理由の第二は、この国会で憲法改正へ手順を進めることを国民の多くが望んでいないことだ。共同通信社が今月中旬に行った全国電話世論調査では、通常国会の最も重要なテーマとして憲法改正を挙げた人は3・1%しかいなかった。

調査では、(1)税金や財政改革(2)教育改革(3)景気や雇用(4)社会保障改革、が上位に挙がった。

憲法よりも暮らし−。国民が求めるものは明快だ。

小泉純一郎政権の約5年半の間に、社会に格差が広がった。働いても働いても、暮らしにゆとりが生まれない。「ワーキングプア」と呼ばれる若者が増えている。

この分野では当面、来年度予算が大事になる。景気回復の追い風で税収が増える見通しだ。国債の新規発行額は久しぶりに25兆円台に収まる。財政健全化の取り組みはある程度、進む。

半面、暮らしに直接かかわる予算に目を向けると厳しさが目につく。来年度は定率減税が廃止される。実質的な大型増税である。医療費など社会保障費の負担は増える。年金給付水準の引き下げも進む。

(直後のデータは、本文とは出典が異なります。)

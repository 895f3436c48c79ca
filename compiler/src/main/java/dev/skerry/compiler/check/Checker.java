package dev.skerry.compiler.check;

import dev.skerry.compiler.ast.Decl;
import dev.skerry.compiler.ast.Name;
import dev.skerry.compiler.ast.Expr;
import dev.skerry.compiler.ast.PlanProp;
import dev.skerry.compiler.ast.ScenarioFile;
import dev.skerry.compiler.ast.ShapeNode;
import dev.skerry.compiler.ast.VehicleProp;
import dev.skerry.compiler.diag.Code;
import dev.skerry.compiler.diag.Diagnostic;
import dev.skerry.compiler.diag.Diagnostics;
import dev.skerry.compiler.model.Area;
import dev.skerry.compiler.model.PlanOptions;
import dev.skerry.compiler.model.Scenario;
import dev.skerry.compiler.model.Shape;
import dev.skerry.compiler.model.Span;
import dev.skerry.compiler.model.Target;
import dev.skerry.compiler.model.Vec2;
import dev.skerry.compiler.model.Vehicle;
import dev.skerry.compiler.model.Waypoint;
import dev.skerry.compiler.model.Zone;
import dev.skerry.compiler.source.SourceFile;
import dev.skerry.compiler.source.SourceRange;
import dev.skerry.compiler.units.Dim;
import dev.skerry.compiler.units.Quantity;
import dev.skerry.compiler.units.Unit;
import dev.skerry.compiler.units.Units;
import java.time.Duration;
import java.util.ArrayList;
import java.util.HashMap;
import java.util.LinkedHashMap;
import java.util.List;
import java.util.Map;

勝ち組と負け組を固定化しないための「再チャレンジ支援策」は、中身があまり伴っていない。雇用対策は対症療法の域を出ない。

国民がいま政治に切実に求めているのは、暮らしを安定させる確かな処方せんだ。これ以上は悪くならないという安心感である。

国民の期待にしっかり目を向けた論戦を、与野党に求める。

<民主党も試される>

外交も大事なテーマになる。安倍首相は就任してから中国、韓国を訪問、小泉政権の下で悪化した関係の改善に糸口を付けた。

しかしそれ以外の外交課題には手が付いていない。北朝鮮の核問題、拉致問題は手詰まり状態にある。対ロ外交も同様である。

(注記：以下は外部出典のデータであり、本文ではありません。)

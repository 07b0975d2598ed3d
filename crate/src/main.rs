//! The `bitloupe` command: parse the arguments, call the core, print or write, and map errors to
//! one line on stderr and a non-zero exit code.

#[cfg(target_arch = "wasm32")]
fn main() {}

#[cfg(not(target_arch = "wasm32"))]
fn main() -> std::process::ExitCode {
    cli::main()
}

/// mimalloc keeps freed blocks for reuse: an analysis's output (as large as the tensor) then
/// lands in memory already mapped rather than in fresh pages the kernel must fault in and clear,
/// which was a third of a round-to-nearest run with the system allocator (DEVELOPERS.md).
#[cfg(not(target_arch = "wasm32"))]
#[global_allocator]
static ALLOCATOR: mimalloc::MiMalloc = mimalloc::MiMalloc;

小泉外交は対米協力一辺倒で、国連をはじめとする多国間協力やアジア諸国への目配りが足りなかった。外交のバランスを回復する責任を、安倍政権は負っている。

春に予定されている訪米が重要だ。ブッシュ政権はイラク政策を転換しようとしている。よほど準備してかからないと、米国の政策を一方的に受け入れる結果になるだろう。首脳会談にどう臨むか、練り上げた論戦が欠かせない。

野党も姿勢を問われる。特に民主党だ。小沢一郎代表は「対立軸路線」を掲げるものの、これまでのところ、有権者に広く浸透するには至っていない。補選や知事選の結果もほめられたものではない。

民主党はこの国会で、格差の問題を柱に据える考えだ。政権を担い得る政党として認知されるかどうか、小沢代表にとっても正念場だ。

政治とカネの問題も見落とせない。事務所経費の不透明さが指摘されている。実態解明と国民への説明も、国会の役目の一つである。